The couple claimed a $250,000 noncash charitable contribution to Second Chance on their 2013 taxes, but the Internal Revenue Service audited them in 2015 and disallowed the deduction, determining the appraisal was not compliant, according to the suit.

In an August 2019 statement to the Circuit Court, the couple said they brought their claims in good faith but wanted to dismiss the case after going through the discovery process and finding Second Chance had a valid defense.

“We understand that damage to Second Chance’s reputation has occurred and that it cannot be easily undone,” the couple’s statement said. “We do not believe that any reputational damage is warranted, and we did not intend for this to occur.”

Gogtay and Dixit wrote that they did not receive and do not expect to receive any payment from Second Chance to dismiss the claims.

The couple also signed a similar statement regarding allegations against NoVaStar, which has since rebranded as Green Donation Consultants. An attorney for Green Donation, Steve Grygiel, said his clients believed the case had no factual or legal basis and said the couple’s statement confirmed that.

In a reversal from the lawsuit, the couple said that neither the IRS nor Maryland taxing authorities found NoVaStar’s deconstruction appraisal noncompliant or deficient.

“The IRS disallowed the plaintiffs' deconstruction deduction for reasons having nothing to do with NoVaStar or NoVaStar’s appraisal,” a settlement agreement said.

Gogtay could not be reached for comment.

The nonprofit operates out of a huge warehouse near M&T Bank Stadium in South Baltimore, where it salvages and sells old building materials and furnishings, often unusual items from old structures.
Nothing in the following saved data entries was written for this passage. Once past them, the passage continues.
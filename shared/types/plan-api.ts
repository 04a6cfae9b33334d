/** API shapes for plan activity beyond the basic plan DTOs: pitch-side changes and team insight. */
import type { FeedbackDto, SessionPlanDto } from './api';
import type { PlayerMove, StationVerdict } from './plan-edit';
import type { PlanKind, PresentPlayer } from './plan-request';

/** Body of POST /api/plans/:id/replan (shared/schemas/api/plan-replan.schema.json). */
export interface ReplanBody {
  add?: PresentPlayer[];
  remove?: string[];
  fromMinute: number;
  clientId?: string;
}

/** Body of POST /api/plans/:id/progression and /feedback. */
export interface VerdictBody {
  phaseIndex: number;
  stationId: string;
  verdict: StationVerdict;
  clientId?: string;
  note?: string;
}

/** Answer of POST /api/plans/:id/replan and /progression. */
export interface PlanChangeDto {
  plan: SessionPlanDto;
  /** Who changed station (replan); empty for a progression. */
  moves: PlayerMove[];
  /** The stored feedback (progression only); the same row when a clientId is replayed. */
  feedback?: FeedbackDto;
}

/** Answer of POST /api/plans/:id/share. */
export interface ShareResultDto {
  /** Messages put in the outbox: one per recipient. */
  queued: number;
  messageIds: string[];
}

export interface InsightSessionDto {
  planId: string;
  date: string | null;
  createdAt: string;
  kind: PlanKind;
  /** Players who came: the recorded attendance, else the players the plan was made for. */
  present: number;
  /** Whether `present` comes from recorded attendance. */
  recorded: boolean;
  /** Of those present, how many came late and how many left early (both count as present). */
  cameLate: number;
  leftEarly: number;
  /** Estimated touches per player id in this session (attending players only). */
  touches: Record<string, number>;
}

export interface InsightPlayerDto {
  playerId: string;
  displayName: string;
  active: boolean;
  sessionsAttended: number;
  totalTouches: number;
  /** Mean estimated touches per session attended that has an estimate for the player (0 when none). */
  averageTouches: number;
}

/** Answer of GET /api/teams/:id/insight: attendance over time and estimated touches per player. */
export interface TeamInsightDto {
  teamId: string;
  squadSize: number;
  /** Oldest first. */
  sessions: InsightSessionDto[];
  players: InsightPlayerDto[];
  /** Touches are estimates from per-activity rates, not counts. */
  estimateNote: string;
}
It also offers job training to the unemployed in the warehouse, retail operations and deconstruction projects.

In its deconstruction program, Second Chance has razed old structures and resold salvaged materials since 2003 for reuse or repurposing and used the proceeds to support workforce development programs.

The homeowners' lawsuit had alleged that Second Chance and Novastar had known for years that the IRS did not allow tax refunds or deductions for house donations made to the nonprofit and that other consumers have faced IRS audits and similar disallowances in the past.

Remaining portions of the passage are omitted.